··· Data records ···

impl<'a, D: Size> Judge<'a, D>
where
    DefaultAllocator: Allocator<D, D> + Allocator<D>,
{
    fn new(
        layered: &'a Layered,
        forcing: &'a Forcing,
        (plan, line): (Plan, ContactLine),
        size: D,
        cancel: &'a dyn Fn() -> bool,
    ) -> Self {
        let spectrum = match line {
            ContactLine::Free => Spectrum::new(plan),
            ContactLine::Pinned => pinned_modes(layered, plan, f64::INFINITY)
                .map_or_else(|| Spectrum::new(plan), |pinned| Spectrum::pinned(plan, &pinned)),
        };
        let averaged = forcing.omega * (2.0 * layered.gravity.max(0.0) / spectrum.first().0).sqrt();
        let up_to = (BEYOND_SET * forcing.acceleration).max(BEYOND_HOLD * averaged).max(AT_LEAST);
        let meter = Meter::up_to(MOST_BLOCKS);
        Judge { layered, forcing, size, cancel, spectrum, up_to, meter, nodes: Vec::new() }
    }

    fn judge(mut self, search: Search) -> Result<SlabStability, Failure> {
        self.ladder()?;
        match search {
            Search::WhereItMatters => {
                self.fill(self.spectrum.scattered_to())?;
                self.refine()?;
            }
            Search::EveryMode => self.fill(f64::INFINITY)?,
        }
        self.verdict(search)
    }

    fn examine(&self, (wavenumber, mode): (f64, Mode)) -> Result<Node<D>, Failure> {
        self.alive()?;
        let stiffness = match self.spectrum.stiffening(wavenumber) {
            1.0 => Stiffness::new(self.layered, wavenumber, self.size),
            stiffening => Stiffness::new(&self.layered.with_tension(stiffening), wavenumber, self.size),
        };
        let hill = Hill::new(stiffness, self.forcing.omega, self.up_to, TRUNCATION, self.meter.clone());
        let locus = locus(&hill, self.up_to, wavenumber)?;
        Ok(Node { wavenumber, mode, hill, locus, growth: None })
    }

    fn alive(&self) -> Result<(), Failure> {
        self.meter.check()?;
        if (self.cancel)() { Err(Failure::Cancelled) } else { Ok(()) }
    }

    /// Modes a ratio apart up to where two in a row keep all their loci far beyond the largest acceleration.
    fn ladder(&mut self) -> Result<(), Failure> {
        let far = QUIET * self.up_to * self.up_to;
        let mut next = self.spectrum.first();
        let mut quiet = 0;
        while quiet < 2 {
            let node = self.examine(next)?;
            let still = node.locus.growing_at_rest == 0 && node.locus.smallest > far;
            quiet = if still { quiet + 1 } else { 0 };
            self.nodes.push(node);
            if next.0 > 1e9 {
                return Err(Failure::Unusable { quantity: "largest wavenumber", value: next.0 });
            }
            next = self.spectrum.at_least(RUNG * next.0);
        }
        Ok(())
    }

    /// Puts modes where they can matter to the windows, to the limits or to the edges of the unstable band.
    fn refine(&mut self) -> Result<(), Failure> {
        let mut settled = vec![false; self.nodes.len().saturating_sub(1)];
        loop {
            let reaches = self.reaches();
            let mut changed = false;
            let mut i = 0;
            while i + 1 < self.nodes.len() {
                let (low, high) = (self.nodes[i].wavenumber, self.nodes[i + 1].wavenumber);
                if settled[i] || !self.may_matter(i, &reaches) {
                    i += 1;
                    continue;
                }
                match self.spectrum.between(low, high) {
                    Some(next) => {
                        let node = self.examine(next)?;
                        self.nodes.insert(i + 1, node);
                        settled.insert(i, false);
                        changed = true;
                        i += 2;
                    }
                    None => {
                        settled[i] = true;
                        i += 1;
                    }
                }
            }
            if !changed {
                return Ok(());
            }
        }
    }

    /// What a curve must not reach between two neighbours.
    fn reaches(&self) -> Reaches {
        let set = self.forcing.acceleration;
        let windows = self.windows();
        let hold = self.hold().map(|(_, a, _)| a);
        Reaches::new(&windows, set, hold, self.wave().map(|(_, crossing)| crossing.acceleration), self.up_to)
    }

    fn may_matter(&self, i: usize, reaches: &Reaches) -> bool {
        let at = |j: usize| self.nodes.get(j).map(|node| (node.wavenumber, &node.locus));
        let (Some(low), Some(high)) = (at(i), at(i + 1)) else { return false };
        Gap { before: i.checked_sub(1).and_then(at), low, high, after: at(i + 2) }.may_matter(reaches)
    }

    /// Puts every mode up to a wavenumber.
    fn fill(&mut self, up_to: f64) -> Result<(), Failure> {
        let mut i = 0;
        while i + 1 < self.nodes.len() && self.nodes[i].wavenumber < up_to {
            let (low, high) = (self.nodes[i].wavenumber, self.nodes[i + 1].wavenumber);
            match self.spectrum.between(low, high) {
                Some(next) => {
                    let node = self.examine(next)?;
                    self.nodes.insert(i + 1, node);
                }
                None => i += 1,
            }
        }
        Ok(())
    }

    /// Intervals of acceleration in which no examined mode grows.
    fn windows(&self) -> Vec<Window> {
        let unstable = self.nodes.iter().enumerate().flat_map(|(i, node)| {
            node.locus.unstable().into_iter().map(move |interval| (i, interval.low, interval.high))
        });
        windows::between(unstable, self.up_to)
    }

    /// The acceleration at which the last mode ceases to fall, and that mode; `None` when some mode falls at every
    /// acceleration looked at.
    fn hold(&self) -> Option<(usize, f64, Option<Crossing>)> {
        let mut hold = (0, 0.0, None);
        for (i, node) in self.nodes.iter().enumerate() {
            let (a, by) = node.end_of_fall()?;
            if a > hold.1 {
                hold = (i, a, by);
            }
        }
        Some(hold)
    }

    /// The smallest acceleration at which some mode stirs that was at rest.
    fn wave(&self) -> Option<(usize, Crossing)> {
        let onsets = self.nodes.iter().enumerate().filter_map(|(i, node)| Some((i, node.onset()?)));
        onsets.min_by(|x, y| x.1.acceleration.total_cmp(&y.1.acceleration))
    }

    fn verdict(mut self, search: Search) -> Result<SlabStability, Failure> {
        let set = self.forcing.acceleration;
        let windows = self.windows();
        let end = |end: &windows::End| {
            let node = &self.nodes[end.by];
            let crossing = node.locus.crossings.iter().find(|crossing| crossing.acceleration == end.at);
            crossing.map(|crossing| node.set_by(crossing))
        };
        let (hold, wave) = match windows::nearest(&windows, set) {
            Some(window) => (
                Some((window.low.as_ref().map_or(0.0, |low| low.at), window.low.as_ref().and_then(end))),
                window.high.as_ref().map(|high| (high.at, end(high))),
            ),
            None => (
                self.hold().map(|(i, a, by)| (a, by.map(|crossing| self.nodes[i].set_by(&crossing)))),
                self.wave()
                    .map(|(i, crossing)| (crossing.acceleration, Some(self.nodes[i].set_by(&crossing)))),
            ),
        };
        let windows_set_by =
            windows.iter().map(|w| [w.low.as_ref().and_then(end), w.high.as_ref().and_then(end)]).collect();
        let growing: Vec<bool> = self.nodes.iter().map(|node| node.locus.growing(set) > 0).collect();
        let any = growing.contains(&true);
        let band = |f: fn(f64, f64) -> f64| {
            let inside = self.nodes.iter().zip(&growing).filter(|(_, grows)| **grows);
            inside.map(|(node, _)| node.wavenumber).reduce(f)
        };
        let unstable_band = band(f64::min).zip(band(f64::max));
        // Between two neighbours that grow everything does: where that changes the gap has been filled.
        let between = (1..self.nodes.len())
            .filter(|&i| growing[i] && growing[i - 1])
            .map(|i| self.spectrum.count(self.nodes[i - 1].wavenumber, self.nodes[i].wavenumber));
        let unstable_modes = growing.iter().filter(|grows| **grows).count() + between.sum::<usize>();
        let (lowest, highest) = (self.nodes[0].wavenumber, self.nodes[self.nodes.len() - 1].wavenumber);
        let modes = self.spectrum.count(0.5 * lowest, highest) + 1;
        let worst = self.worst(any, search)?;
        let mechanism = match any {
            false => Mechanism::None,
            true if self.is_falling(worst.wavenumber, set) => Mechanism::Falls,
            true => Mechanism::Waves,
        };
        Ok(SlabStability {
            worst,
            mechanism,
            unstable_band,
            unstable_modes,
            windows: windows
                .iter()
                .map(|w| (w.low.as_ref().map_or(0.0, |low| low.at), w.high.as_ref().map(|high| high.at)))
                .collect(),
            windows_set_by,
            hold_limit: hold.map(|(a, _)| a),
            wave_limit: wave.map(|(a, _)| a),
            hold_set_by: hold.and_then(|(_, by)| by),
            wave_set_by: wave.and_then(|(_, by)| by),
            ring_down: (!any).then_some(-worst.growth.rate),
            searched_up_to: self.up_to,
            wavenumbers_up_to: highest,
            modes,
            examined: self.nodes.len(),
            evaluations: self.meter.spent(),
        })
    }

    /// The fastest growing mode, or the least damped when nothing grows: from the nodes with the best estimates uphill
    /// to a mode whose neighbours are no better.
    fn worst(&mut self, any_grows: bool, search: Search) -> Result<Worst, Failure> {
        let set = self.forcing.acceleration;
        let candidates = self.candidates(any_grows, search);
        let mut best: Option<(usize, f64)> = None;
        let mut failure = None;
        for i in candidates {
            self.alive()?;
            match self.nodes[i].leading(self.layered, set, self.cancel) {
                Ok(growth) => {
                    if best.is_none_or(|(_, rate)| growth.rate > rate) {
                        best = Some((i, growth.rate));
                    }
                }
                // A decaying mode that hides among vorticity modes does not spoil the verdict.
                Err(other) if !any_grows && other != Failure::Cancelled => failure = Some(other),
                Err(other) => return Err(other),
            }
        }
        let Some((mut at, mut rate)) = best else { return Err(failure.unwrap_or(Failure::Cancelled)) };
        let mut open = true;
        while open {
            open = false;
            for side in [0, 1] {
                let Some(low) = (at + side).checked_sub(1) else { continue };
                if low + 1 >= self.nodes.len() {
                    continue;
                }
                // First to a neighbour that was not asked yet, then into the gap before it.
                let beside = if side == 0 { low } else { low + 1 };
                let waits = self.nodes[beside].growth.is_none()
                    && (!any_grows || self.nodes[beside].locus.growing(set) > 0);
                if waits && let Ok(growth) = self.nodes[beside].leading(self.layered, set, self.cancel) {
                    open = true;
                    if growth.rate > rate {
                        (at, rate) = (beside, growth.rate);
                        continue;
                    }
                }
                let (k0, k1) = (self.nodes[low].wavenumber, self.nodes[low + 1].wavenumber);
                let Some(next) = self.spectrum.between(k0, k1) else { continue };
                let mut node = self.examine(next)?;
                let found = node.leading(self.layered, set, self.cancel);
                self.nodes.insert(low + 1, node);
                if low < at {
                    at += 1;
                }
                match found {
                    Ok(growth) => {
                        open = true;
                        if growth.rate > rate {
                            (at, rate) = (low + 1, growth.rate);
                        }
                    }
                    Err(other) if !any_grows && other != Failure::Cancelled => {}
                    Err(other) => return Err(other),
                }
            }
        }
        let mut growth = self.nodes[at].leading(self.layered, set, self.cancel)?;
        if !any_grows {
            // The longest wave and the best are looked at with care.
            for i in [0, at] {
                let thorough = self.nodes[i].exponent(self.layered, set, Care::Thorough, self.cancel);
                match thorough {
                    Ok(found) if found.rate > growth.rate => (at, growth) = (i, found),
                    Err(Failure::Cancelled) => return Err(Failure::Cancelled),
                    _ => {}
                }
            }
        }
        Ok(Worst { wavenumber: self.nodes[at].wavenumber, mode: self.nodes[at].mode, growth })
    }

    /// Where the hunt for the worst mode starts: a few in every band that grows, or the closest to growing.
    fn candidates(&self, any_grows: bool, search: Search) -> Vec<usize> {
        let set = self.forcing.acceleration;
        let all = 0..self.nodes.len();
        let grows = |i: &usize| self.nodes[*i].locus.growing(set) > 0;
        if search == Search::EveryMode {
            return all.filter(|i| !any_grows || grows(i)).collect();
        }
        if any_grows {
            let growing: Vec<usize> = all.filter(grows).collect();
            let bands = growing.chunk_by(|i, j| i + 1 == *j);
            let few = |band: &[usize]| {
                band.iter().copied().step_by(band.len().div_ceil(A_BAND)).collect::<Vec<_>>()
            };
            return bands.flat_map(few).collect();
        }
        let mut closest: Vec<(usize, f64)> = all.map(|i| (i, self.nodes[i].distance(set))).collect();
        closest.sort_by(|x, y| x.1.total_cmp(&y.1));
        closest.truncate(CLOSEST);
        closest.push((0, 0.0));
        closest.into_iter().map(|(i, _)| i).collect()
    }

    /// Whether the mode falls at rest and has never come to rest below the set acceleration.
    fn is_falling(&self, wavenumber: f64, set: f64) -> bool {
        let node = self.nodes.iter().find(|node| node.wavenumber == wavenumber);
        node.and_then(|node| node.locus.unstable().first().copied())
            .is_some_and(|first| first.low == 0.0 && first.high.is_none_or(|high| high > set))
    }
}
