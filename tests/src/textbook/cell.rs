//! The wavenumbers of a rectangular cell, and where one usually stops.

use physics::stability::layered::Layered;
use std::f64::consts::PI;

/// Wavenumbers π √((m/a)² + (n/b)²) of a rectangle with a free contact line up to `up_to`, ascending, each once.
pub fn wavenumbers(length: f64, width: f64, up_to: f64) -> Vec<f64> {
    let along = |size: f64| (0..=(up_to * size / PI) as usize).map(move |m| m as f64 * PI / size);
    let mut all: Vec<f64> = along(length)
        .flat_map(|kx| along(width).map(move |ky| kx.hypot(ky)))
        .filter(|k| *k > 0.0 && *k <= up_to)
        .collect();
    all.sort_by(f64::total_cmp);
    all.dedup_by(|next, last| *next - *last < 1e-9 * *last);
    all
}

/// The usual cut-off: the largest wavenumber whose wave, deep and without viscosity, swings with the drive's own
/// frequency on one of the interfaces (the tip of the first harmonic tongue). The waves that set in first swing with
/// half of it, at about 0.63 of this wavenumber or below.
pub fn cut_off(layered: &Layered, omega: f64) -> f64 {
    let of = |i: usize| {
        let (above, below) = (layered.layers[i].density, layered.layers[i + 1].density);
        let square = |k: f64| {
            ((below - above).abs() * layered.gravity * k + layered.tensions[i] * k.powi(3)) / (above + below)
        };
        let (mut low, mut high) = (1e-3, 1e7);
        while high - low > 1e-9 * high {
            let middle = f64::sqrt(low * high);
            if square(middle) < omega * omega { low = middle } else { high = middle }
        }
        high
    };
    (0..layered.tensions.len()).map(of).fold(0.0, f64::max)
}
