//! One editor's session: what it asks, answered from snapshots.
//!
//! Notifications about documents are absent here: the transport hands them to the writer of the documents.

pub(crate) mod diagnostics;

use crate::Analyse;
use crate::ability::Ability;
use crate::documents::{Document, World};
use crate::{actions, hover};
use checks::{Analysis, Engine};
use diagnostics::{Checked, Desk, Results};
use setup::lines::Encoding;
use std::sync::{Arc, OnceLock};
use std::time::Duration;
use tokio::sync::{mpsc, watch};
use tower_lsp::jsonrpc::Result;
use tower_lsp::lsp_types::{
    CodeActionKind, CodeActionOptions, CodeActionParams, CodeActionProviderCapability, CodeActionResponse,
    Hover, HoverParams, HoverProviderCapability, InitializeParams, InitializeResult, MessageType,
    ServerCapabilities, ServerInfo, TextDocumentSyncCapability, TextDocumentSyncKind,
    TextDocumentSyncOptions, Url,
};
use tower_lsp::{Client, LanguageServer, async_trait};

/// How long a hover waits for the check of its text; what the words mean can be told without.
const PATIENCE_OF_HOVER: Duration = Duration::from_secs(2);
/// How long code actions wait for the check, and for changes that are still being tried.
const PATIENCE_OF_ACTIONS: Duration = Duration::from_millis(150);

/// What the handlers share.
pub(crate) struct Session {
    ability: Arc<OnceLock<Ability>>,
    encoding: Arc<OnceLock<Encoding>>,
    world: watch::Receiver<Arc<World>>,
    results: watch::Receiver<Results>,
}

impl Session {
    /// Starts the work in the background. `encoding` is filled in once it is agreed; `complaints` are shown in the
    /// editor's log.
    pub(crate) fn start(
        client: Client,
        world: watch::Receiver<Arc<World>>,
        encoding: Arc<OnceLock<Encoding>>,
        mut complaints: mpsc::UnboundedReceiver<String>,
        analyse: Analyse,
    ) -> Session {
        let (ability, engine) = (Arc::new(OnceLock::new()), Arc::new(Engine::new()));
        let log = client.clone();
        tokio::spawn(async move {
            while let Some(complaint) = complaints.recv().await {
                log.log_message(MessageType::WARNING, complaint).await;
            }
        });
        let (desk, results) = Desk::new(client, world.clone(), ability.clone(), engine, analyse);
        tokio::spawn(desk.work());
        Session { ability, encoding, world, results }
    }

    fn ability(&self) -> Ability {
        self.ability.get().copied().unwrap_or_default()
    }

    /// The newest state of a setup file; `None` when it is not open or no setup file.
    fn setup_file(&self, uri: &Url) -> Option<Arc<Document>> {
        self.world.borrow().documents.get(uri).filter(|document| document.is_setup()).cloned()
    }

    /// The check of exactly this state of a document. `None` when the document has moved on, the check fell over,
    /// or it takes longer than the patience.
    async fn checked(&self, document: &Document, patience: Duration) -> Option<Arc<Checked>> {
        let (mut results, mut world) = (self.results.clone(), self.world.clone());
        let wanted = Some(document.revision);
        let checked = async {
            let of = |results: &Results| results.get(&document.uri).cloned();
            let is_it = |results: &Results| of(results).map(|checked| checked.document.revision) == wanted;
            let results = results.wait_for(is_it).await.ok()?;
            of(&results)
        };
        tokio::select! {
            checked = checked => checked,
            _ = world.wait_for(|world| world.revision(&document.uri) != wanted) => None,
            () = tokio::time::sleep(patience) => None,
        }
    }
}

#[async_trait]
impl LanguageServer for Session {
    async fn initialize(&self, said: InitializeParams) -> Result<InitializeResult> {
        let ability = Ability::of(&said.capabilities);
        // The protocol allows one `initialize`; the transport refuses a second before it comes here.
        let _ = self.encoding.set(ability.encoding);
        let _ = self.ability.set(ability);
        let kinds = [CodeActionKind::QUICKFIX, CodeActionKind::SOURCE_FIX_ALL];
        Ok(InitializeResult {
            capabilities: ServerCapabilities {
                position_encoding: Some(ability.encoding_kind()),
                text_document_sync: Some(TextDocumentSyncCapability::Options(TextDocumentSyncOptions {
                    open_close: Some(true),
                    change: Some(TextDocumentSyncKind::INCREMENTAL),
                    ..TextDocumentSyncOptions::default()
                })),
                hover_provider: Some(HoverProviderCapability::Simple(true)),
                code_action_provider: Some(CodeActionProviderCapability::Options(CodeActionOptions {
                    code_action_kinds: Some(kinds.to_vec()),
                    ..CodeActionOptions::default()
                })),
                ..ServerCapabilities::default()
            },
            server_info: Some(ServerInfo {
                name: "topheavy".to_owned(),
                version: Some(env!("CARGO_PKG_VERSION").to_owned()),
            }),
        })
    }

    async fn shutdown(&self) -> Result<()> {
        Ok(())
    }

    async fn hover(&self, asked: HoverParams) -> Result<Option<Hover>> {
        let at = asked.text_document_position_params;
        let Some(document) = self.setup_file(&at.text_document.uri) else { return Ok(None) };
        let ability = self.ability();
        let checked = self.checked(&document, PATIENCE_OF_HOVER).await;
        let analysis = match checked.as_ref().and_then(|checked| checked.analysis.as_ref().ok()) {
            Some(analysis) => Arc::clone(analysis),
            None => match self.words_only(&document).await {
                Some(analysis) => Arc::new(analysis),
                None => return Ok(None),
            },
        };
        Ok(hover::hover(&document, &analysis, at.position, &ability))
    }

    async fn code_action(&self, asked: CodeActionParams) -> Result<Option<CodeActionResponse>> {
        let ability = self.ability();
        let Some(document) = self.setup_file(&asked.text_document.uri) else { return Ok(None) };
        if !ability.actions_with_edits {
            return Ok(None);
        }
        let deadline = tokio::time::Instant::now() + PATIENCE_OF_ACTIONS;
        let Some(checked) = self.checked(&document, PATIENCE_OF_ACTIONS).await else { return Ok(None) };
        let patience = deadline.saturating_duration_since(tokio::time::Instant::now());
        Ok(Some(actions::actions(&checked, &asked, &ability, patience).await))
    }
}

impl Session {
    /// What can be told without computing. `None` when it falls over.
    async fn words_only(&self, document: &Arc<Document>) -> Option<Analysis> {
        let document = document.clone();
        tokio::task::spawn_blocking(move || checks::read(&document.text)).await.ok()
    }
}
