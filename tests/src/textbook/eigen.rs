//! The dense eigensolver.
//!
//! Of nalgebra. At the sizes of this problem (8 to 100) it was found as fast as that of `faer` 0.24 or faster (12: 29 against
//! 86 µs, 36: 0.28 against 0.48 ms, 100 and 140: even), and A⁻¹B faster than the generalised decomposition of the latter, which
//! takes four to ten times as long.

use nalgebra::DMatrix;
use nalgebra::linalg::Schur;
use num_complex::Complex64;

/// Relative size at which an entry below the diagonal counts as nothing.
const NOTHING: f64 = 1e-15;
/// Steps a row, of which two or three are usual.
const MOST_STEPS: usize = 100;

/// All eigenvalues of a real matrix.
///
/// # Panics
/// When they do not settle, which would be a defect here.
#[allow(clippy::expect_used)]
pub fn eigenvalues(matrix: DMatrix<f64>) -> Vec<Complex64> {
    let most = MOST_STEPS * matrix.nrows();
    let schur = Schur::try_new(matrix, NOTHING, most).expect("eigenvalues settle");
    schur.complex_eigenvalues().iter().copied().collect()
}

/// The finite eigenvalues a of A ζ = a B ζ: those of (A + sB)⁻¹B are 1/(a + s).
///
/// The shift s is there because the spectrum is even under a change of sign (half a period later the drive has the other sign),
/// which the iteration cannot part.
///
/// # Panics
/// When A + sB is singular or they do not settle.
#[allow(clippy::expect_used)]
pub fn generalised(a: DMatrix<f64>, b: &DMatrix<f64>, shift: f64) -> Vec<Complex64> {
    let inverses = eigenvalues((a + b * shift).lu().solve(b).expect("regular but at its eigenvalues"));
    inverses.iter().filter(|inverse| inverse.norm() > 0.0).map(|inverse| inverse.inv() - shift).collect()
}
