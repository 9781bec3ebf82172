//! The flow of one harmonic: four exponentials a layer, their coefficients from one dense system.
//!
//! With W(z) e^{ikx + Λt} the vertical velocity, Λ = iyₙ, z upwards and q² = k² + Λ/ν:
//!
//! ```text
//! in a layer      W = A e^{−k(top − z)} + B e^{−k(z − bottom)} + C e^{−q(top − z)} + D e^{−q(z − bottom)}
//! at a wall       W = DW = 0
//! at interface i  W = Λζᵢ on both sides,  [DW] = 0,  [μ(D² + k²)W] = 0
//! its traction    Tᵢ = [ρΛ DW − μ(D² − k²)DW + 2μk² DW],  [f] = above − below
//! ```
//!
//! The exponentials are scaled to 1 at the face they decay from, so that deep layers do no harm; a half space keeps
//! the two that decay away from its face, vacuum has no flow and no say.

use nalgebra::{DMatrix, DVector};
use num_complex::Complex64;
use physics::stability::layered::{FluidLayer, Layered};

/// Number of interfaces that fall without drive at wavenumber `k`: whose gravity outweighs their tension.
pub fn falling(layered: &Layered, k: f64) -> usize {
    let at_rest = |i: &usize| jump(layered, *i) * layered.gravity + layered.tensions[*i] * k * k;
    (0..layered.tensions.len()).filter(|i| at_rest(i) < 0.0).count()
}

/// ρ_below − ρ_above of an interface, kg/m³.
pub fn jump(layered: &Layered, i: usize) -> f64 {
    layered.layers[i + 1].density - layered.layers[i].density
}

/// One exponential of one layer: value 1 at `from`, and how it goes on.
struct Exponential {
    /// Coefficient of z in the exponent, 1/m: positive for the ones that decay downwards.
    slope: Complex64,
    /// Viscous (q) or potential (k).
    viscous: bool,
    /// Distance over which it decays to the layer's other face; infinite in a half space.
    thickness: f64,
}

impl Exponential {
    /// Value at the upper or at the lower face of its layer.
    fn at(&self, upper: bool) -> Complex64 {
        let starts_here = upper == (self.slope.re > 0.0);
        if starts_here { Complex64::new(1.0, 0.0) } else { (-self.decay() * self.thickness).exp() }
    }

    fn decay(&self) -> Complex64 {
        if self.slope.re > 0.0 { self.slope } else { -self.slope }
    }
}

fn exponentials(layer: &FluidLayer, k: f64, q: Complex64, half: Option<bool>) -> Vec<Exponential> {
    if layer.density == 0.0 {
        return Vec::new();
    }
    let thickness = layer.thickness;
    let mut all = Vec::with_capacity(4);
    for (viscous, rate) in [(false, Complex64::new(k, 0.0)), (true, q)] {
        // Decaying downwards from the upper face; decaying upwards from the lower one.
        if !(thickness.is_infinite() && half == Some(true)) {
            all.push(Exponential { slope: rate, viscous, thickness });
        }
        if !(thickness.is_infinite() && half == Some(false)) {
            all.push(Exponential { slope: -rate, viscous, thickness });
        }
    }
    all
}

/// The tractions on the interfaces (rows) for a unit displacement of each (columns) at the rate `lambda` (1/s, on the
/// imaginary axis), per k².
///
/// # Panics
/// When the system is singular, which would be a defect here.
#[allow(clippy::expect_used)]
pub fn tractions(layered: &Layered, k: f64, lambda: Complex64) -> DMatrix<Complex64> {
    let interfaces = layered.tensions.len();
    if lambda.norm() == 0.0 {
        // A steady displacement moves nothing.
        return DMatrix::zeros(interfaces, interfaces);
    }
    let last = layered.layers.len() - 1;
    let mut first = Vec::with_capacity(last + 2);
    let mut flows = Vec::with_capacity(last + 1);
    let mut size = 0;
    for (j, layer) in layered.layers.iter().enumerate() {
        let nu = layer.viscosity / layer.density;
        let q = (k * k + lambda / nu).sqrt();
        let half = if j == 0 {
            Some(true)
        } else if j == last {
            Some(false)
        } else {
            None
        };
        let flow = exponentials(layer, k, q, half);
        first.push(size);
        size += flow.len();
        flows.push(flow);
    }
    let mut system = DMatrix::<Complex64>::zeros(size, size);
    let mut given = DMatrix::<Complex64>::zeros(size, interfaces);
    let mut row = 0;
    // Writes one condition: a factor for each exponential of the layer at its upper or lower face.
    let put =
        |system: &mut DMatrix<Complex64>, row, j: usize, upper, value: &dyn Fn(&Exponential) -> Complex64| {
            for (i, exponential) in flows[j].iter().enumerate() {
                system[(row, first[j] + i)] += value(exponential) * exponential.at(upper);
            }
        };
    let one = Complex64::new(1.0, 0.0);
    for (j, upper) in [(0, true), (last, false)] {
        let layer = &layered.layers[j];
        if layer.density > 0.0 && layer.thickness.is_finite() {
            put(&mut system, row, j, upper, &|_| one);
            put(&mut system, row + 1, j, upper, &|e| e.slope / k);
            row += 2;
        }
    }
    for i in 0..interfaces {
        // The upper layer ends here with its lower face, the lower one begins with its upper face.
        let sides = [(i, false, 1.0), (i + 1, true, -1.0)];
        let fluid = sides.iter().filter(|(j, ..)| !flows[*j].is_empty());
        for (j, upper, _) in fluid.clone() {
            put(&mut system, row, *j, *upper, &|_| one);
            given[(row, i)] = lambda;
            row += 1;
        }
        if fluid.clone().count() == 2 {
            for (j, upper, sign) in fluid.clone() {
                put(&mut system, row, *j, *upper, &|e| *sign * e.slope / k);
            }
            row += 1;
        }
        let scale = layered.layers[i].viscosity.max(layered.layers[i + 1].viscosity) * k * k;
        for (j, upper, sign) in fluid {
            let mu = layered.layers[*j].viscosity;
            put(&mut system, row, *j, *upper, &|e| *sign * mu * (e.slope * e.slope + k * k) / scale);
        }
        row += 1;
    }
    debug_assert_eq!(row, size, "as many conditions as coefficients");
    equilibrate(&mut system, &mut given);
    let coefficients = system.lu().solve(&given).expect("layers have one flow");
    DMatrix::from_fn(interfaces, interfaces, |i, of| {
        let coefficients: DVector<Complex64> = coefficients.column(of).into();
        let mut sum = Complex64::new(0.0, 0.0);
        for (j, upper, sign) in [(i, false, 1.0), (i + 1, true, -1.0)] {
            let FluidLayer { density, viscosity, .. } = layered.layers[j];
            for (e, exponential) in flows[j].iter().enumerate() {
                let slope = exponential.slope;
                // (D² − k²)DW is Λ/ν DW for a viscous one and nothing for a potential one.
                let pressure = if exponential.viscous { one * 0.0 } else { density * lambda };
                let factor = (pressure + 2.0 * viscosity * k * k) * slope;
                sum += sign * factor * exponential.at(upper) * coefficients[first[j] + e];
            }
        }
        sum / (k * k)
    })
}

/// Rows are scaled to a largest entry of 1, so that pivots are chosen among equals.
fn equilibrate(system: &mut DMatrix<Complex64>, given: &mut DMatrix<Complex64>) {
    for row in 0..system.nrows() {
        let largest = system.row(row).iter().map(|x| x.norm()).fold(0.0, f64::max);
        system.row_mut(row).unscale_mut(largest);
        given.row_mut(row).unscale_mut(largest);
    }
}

···

Exercise prompt — Please show every line above that includes the word "CodeActionKind".

Solution to the exercise —
    CodeActionKind, CodeActionOptions, CodeActionParams, CodeActionProviderCapability, CodeActionResponse,
        let kinds = [CodeActionKind::QUICKFIX, CodeActionKind::SOURCE_FIX_ALL];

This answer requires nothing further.